Tijdens zijn onderzoeksperiode werd hij geassisteerd door Arthur Zegers, een zoon van sigarenfabrikant J.W. Zegers en M.J. Spoorenberg. Omdat Arthur al in 1884 naar Roermond vertrok om daar te gaan studeren, zal zijn bijdrage vóór 1884 en in de vakantieperiodes vermoedelijk beperkt zijn gebleven tot voorbereidende werkzaamheden.
In het werk van Smits zitten nogal wat foutjes, vermoedelijk veroorzaakt door het niet volledig beheersen van het oude schrift. Ook bestaat de indruk, dat hij met een deel van het bronnenmateriaal kritischer had moeten omgaan.
Ludovicus Godefridus Alouisius Houben (Eindhoven 1852- Eindhoven 1910) schreef eveneens een boek over de geschiedenis van Eindhoven. Dit tweedelige werk, “De geschiedenis van Eindhoven”, verscheen in 1890 en is nog steeds volkomen verantwoord.
Houben was zoon van een Eindhovense arts, studeerde aan een seminarie, maar moest die studie om gezondheidsredenen beëindigen.
In 1893 werd de Historische en Topografische Tentoonstelling betreffende Kempenland en Peelland gehouden. Deze was georganiseerd door de Eindhovense vereniging Bouwkundige Vakken.
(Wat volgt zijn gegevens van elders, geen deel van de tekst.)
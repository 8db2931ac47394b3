"""Checking the shared vectors (tests/vectors/*.json) from Python.

Schema (the vector file's "description" says the same): "request" is the
protobuf JSON mapping of the request; "expect" entries are
{"path", "value", "tolerance"} (number, absolute tolerance), {"path",
"equals"} (exact) or {"path", "contains"} (a list element with these keys);
"itemErrors" are batch items with their own google.rpc.Status; "refused" is a
whole-call INVALID_ARGUMENT refusal. Paths walk the response's JSON form:
dotted lowerCamelCase names and [i] for list elements.
"""

import re

import grpc
from google.protobuf import json_format
from google.rpc import error_details_pb2
from grpc_status import rpc_status

# Numbers in "equals" and "contains" should agree exactly (enum names, limits).
EXACT_NUMBER_TOLERANCE = 1e-12
# Every refusal's ErrorInfo carries this domain (design.md, AIP-193).
ERROR_DOMAIN = "oxbind.v1"
_SEGMENT = re.compile(r"^([A-Za-z0-9_]+)((?:\[\d+\])*)$")


def lookup(root, path):
    """The value at a dotted path such as curves[0].points[3].po2, or KeyError."""
    node = root
    for segment in path.split("."):
        match = _SEGMENT.match(segment)
        if match is None:
            raise ValueError(f"bad path segment {segment!r} in {path!r}")
        node = node[match.group(1)]
        for index in re.findall(r"\[(\d+)\]", match.group(2)):
            node = node[int(index)]
    return node


def matches(actual, want):
    """Whether actual has every key of want with an equal value."""
    if isinstance(want, dict):
        return isinstance(actual, dict) and all(
            key in actual and matches(actual[key], value) for key, value in want.items()
        )
    if isinstance(want, bool) or isinstance(actual, bool):
        return actual is want
    if isinstance(want, (int, float)) and isinstance(actual, (int, float)):
        return abs(actual - want) <= EXACT_NUMBER_TOLERANCE
    return actual == want


def rpc_parts(rpc):
    service, method = rpc.split("/")
    return service, method


def build_request(stubs, vector):
    service, method = rpc_parts(vector["rpc"])
    descriptor = stubs.service_descriptor(service).methods_by_name[method]
    from google.protobuf import message_factory

    request_class = message_factory.GetMessageClass(descriptor.input_type)
    return json_format.ParseDict(vector["request"], request_class())


def call(stubs, channel, vector):
    """Send the vector's request through the generated stub."""
    service, method = rpc_parts(vector["rpc"])
    request = build_request(stubs, vector)
    return getattr(stubs.stub(service, channel), method)(request, timeout=10)


def to_json(message):
    return json_format.MessageToDict(message, always_print_fields_with_no_presence=True)


def bad_request_and_error_info(status):
    """The BadRequest violations and (reason, domain) of a google.rpc.Status."""
    violations, info = [], None
    for detail in status.details:
        if detail.Is(error_details_pb2.BadRequest.DESCRIPTOR):
            bad = error_details_pb2.BadRequest()
            detail.Unpack(bad)
            violations.extend((v.field, v.reason) for v in bad.field_violations)
        elif detail.Is(error_details_pb2.ErrorInfo.DESCRIPTOR):
            error = error_details_pb2.ErrorInfo()
            detail.Unpack(error)
            info = (error.reason, error.domain)
    return violations, info


def check_expectation(name, response, expectation):
    path = expectation["path"]
    try:
        actual = lookup(response, path)
    except (KeyError, IndexError):
        raise AssertionError(f"{name}: {path} is absent from the response {response}") from None
    if "value" in expectation:
        expected, tolerance = expectation["value"], expectation["tolerance"]
        assert isinstance(actual, (int, float)) and not isinstance(actual, bool), (
            f"{name}: {path} is not a number: {actual!r}"
        )
        assert abs(actual - expected) <= tolerance, (
            f"{name}: {path} = {actual!r}, expected {expected} +/- {tolerance}"
        )
    elif "equals" in expectation:
        assert matches(actual, expectation["equals"]), (
            f"{name}: {path} = {actual!r}, expected {expectation['equals']!r}"
        )
    elif "contains" in expectation:
        assert isinstance(actual, list), f"{name}: {path} is not a list"
        assert any(matches(element, expectation["contains"]) for element in actual), (
            f"{name}: no element of {path} matches {expectation['contains']}: {actual}"
        )
    else:
        raise AssertionError(f"{name}: expectation on {path} has no value, equals or contains")


def check_item_error(name, response_json, response, wanted):
    index, field, reason = wanted["index"], wanted["field"], wanted["reason"]
    item_json = response_json["results"][index]
    assert "response" not in item_json, f"{name}: item {index} computed"
    assert "error" in item_json, f"{name}: item {index} has no error: {item_json}"
    # Typed route: the item's google.rpc.Status and its packed details.
    status = response.results[index].error
    assert status.code == grpc.StatusCode.INVALID_ARGUMENT.value[0], f"{name}: item {index}"
    violations, info = bad_request_and_error_info(status)
    assert (field, reason) in violations, f"{name}: item {index}: {violations}"
    assert info == (reason, ERROR_DOMAIN), f"{name}: item {index}: {info}"
    # JSON route: the same details rendered through the Any type registry.
    details = item_json["error"]["details"]
    assert any(
        d.get("@type", "").endswith("google.rpc.BadRequest")
        and any(v.get("field") == field and v.get("reason") == reason for v in d["fieldViolations"])
        for d in details
    ), f"{name}: item {index} JSON details {details}"


def check_refusal(name, error, refused):
    assert error.code() == grpc.StatusCode.INVALID_ARGUMENT, f"{name}: {error.code()} {error.details()}"
    status = rpc_status.from_call(error)
    assert status is not None, f"{name}: no grpc-status-details-bin trailer"
    assert status.code == grpc.StatusCode.INVALID_ARGUMENT.value[0]
    violations, info = bad_request_and_error_info(status)
    wanted = (refused["field"], refused["reason"])
    assert wanted in violations, f"{name}: expected {wanted}, got {violations}"
    assert info == (refused["reason"], ERROR_DOMAIN), f"{name}: ErrorInfo {info}"


def check_vector(stubs, channel, vector):
    name = vector["name"]
    assert vector.get("source", "").strip(), f"{name}: no source"
    if "refused" in vector:
        try:
            call(stubs, channel, vector)
        except grpc.RpcError as error:
            check_refusal(name, error, vector["refused"])
        else:
            raise AssertionError(f"{name}: expected a refusal, the call computed")
        return
    response = call(stubs, channel, vector)
    response_json = to_json(response)
    expectations = vector.get("expect", [])
    item_errors = vector.get("itemErrors", [])
    assert expectations or item_errors, f"{name}: expects nothing"
    for expectation in expectations:
        check_expectation(name, response_json, expectation)
    for wanted in item_errors:
        check_item_error(name, response_json, response, wanted)
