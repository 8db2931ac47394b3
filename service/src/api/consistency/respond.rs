//! The engine's findings as the contract's `ConsistencyFinding`s, in the
//! response's unit system.

use oxbind_proto::v1::{
    ConsistencyCause, ConsistencyCheck, ConsistencyFinding, ConsistencyVerdict, FigureOrigin,
    FindingDirection, FindingUncertainty as WireUncertainty, InputNotConsidered,
    NotConsideredReason, Quantity, ThresholdBasis as WireBasis, UncertaintyComponent, UnitSystem,
};

use super::figures::{field_path, input_kind};
use crate::api::{
    uncertainty::verification,
    units::{self, QuantityKind},
};
use crate::physiology::consistency::{
    causes, finding::ComponentOrigin, Check, Component, ComponentName, Direction,
    FigureOrigin as Origin, Finding, FindingUncertainty, StatisticUnit, ThresholdBasis, Verdict,
};

/// Why an input of a statistic without a figure adds nothing, in words.
const NO_FIGURE: &str = "no figure for this input (none in the request, none in its profile \
sets, and no built-in one, or built-in figures were turned off): it adds nothing";

/// The contract's code of a check.
pub fn wire_check(check: Check) -> ConsistencyCheck {
    match check {
        Check::MeasuredSaturation => ConsistencyCheck::MeasuredSaturation,
        Check::PulseOximetryGap => ConsistencyCheck::PulseOximetryGap,
        Check::CarbonMonoxideGap => ConsistencyCheck::CarbonMonoxideGap,
        Check::AboveAlveolar => ConsistencyCheck::AboveAlveolar,
        Check::RoomAirExposure => ConsistencyCheck::RoomAirExposure,
        Check::VenousPattern => ConsistencyCheck::VenousPattern,
        Check::AcidBase => ConsistencyCheck::AcidBase,
        Check::TemperatureCorrectionPh => ConsistencyCheck::TemperatureCorrectionPh,
        Check::TemperatureCorrectionPco2 => ConsistencyCheck::TemperatureCorrectionPco2,
        Check::TemperatureCorrectionPo2 => ConsistencyCheck::TemperatureCorrectionPo2,
        Check::WhiteCellConsumption => ConsistencyCheck::WhiteCellConsumption,
    }
}

/// The contract's verdict.
pub fn wire_verdict(verdict: Verdict) -> ConsistencyVerdict {
    match verdict {
        Verdict::Consistent => ConsistencyVerdict::Consistent,
        Verdict::Discordant => ConsistencyVerdict::Discordant,
        Verdict::NotEvaluable => ConsistencyVerdict::NotEvaluable,
    }
}

/// An engine value with its unit, in `system`.
fn quantity(value: f64, unit: StatisticUnit, system: UnitSystem) -> Quantity {
    let raw = |unit: &str| Quantity {
        value,
        unit: unit.to_owned(),
    };
    match unit {
        StatisticUnit::Fraction => raw("1"),
        StatisticUnit::Ph => raw("[pH]"),
        StatisticUnit::Pressure => units::from_engine(value, QuantityKind::Pressure, system),
        StatisticUnit::CellCount => units::from_engine(value, QuantityKind::CellCount, system),
        StatisticUnit::Concentration => {
            units::from_engine(value, QuantityKind::Concentration, system)
        }
    }
}

/// An input's value (or standard uncertainty) in `system`.
fn input_quantity(
    input: crate::physiology::consistency::FigureInput,
    value: f64,
    system: UnitSystem,
) -> Quantity {
    match input_kind(input) {
        Some(kind) => units::from_engine(value, kind, system),
        None => Quantity {
            value,
            unit: "[pH]".to_owned(),
        },
    }
}

/// One finding in the contract's shape.
pub(super) fn finding(f: &Finding, system: UnitSystem) -> ConsistencyFinding {
    let mut out = ConsistencyFinding {
        check: wire_check(f.check) as i32,
        verdict: wire_verdict(f.verdict()) as i32,
        causes: causes::of(f.check)
            .into_iter()
            .map(|c| ConsistencyCause {
                cause: c.cause.clone(),
                source: if c.source == c.verification {
                    c.source.clone()
                } else {
                    format!("{} ({})", c.source, c.verification)
                },
            })
            .collect(),
        ..Default::default()
    };
    if let Some(n) = f.not_evaluable() {
        out.not_evaluable_reason = n.reason.clone();
        out.missing_inputs = n
            .missing
            .iter()
            .map(|field| format!("sample.{}", field.name()))
            .collect();
        out.direction = FindingDirection::Unspecified as i32;
        return out;
    }
    let Some(e) = f.evaluated() else {
        return out;
    };
    out.statistic = Some(quantity(e.statistic, e.unit, system));
    out.threshold = Some(quantity(e.threshold.value, e.unit, system));
    out.threshold_basis = match e.threshold.basis {
        ThresholdBasis::Published => WireBasis::Published,
        ThresholdBasis::UncertaintyBased => WireBasis::UncertaintyBased,
    } as i32;
    out.threshold_source = e.threshold.source.clone();
    out.rule = e.threshold.rule.clone();
    out.direction = match Direction::of(e.statistic) {
        Direction::Above => FindingDirection::Above,
        Direction::Below => FindingDirection::Below,
        Direction::None => FindingDirection::None,
    } as i32;
    out.uncertainty = e
        .uncertainty
        .as_ref()
        .map(|u| uncertainty(u, e.unit, system));
    out.observed = e.observed.map(|(v, unit)| quantity(v, unit, system));
    out.reference = e.reference.map(|(v, unit)| quantity(v, unit, system));
    out.note = e.note.clone();
    out
}

fn uncertainty(u: &FindingUncertainty, unit: StatisticUnit, system: UnitSystem) -> WireUncertainty {
    WireUncertainty {
        combined_standard_uncertainty: Some(quantity(u.standard_uncertainty, unit, system)),
        coverage_factor: u.coverage_factor,
        coverage_probability: u.coverage_probability,
        expanded_uncertainty: Some(quantity(u.expanded(), unit, system)),
        components: u
            .components
            .iter()
            .map(|c| component(c, unit, system))
            .collect(),
        inputs_not_considered: u
            .not_considered
            .iter()
            .map(|i| InputNotConsidered {
                field: field_path(*i).to_owned(),
                reason: NotConsideredReason::NoFigure as i32,
                message: NO_FIGURE.to_owned(),
            })
            .collect(),
    }
}

fn component(c: &Component, unit: StatisticUnit, system: UnitSystem) -> UncertaintyComponent {
    let mut out = UncertaintyComponent {
        name: match c.name {
            ComponentName::Input(input) => field_path(input).to_owned(),
            other => other.name().to_owned(),
        },
        input_standard_uncertainty: match (c.name, c.input_standard_uncertainty) {
            (ComponentName::Input(input), Some(u)) => Some(input_quantity(input, u, system)),
            _ => None,
        },
        contribution: Some(quantity(c.contribution, unit, system)),
        ..Default::default()
    };
    match &c.origin {
        ComponentOrigin::Figure(origin) => {
            out.source = origin.describe();
            match origin {
                Origin::Stated => out.origin = FigureOrigin::Stated as i32,
                Origin::Profile {
                    id,
                    verification: v,
                    ..
                } => {
                    out.origin = FigureOrigin::Profile as i32;
                    out.profile_id = id.clone();
                    out.profile_verification = verification(*v) as i32;
                }
            }
        }
        ComponentOrigin::Rule(rule) => out.source = rule.clone(),
    }
    out
}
Hier werden allerlei voorwerpen tentoongesteld, zoals fossielen, prehistorische artefacten, beelden, schilderijen, prenten en penningen. Ze waren afkomstig van een aantal heemkundig geïnteresseerden, zoals A.P. Hermans, beeldhouwer J.P. van der Marck, J.J. Bayens, Alph. Schellens, de redactie van de Meierijsche Courant, de ridderlijke gilde van St. Sebastiaan en ook het gemeentebestuur van de stad.
Rond 1900 konden nog enkele heemkundige activiteiten worden ontdekt. Zo onderzocht het Achtse schoolhoofd W. Renders grafheuvels, waarbij hij enkele urnen aantrof. A. Schellens schreef in de Meierijsche Courant van 1898 een artikelenreeks over de geschiedenis van Sociëteit Concordia en een andere auteur, schrijvend onder het pseudoniem “Navorscher” schreef in 1900 over de oude gebruiken bij openbare verkopingen.
In 1913 schreef onderwijzer J. Aarts het boekje “Parochie en kerk van Eindhoven (88 pagina’s), handelend over het heden en verleden van de St. Catharinakerk.
In 1919 werd door het bestuur van de R.K. Openbare Leeszaal het initiatief genomen om een geschied- en oudheidkundig museum te stichten. In 1921 vond de oprichting plaats van de vereniging Museum Kempenland. Het ontbrak echter aan een echte expositieruimte, waardoor het museum niet van de grond kwam. Uiteindelijk richtte archivaris M. van der Waerden in 1926 in de leeszaal van zijn stadsarchief een museum in. De exposities werden daar in 1928 verzorgd door het bestuur van de R.K. Openbare Leeszaak en Boekerij St. Catharina te gelegenheid van het 12-jarig bestaan van de eigen ruimten voor de leeszaal.
In 1931 besluiten B&W om in het oude stadhuis aan de Rechtestraat een museum in te richten. Pas in 1935 werd dat uiteindelijk een feit.
bronnen:
Hier zijn vrijwel vanaf de vroegste periode tot en met 1944 de kranten weer belangrijk geweest. Hieronder versta ik dan voor het gemak ook het oude Brabants Heem, dat een bijvoegsel van de Eindhovense en Meierijsche Courant was.
Daarnaast kon ik beschikken over gegevens uit het gemeentelijke archief en kon ik gebruik maken van het archief van de Oudheidkundige Kring en van dat van Brabantia Nostra.
Verder raadpleegde ik de studie 'De Oudheidkundige Kring Kempenland, gevestigd te Eindhoven', door Th.A.C.H. Bakx, een studie over het oude Brabants Heem door J.Th.M. Melssen.
Jan Spoorenberg (samengevat door Jos Hüsken)
in: ’t Gruun Buukske 1988 87 e.v.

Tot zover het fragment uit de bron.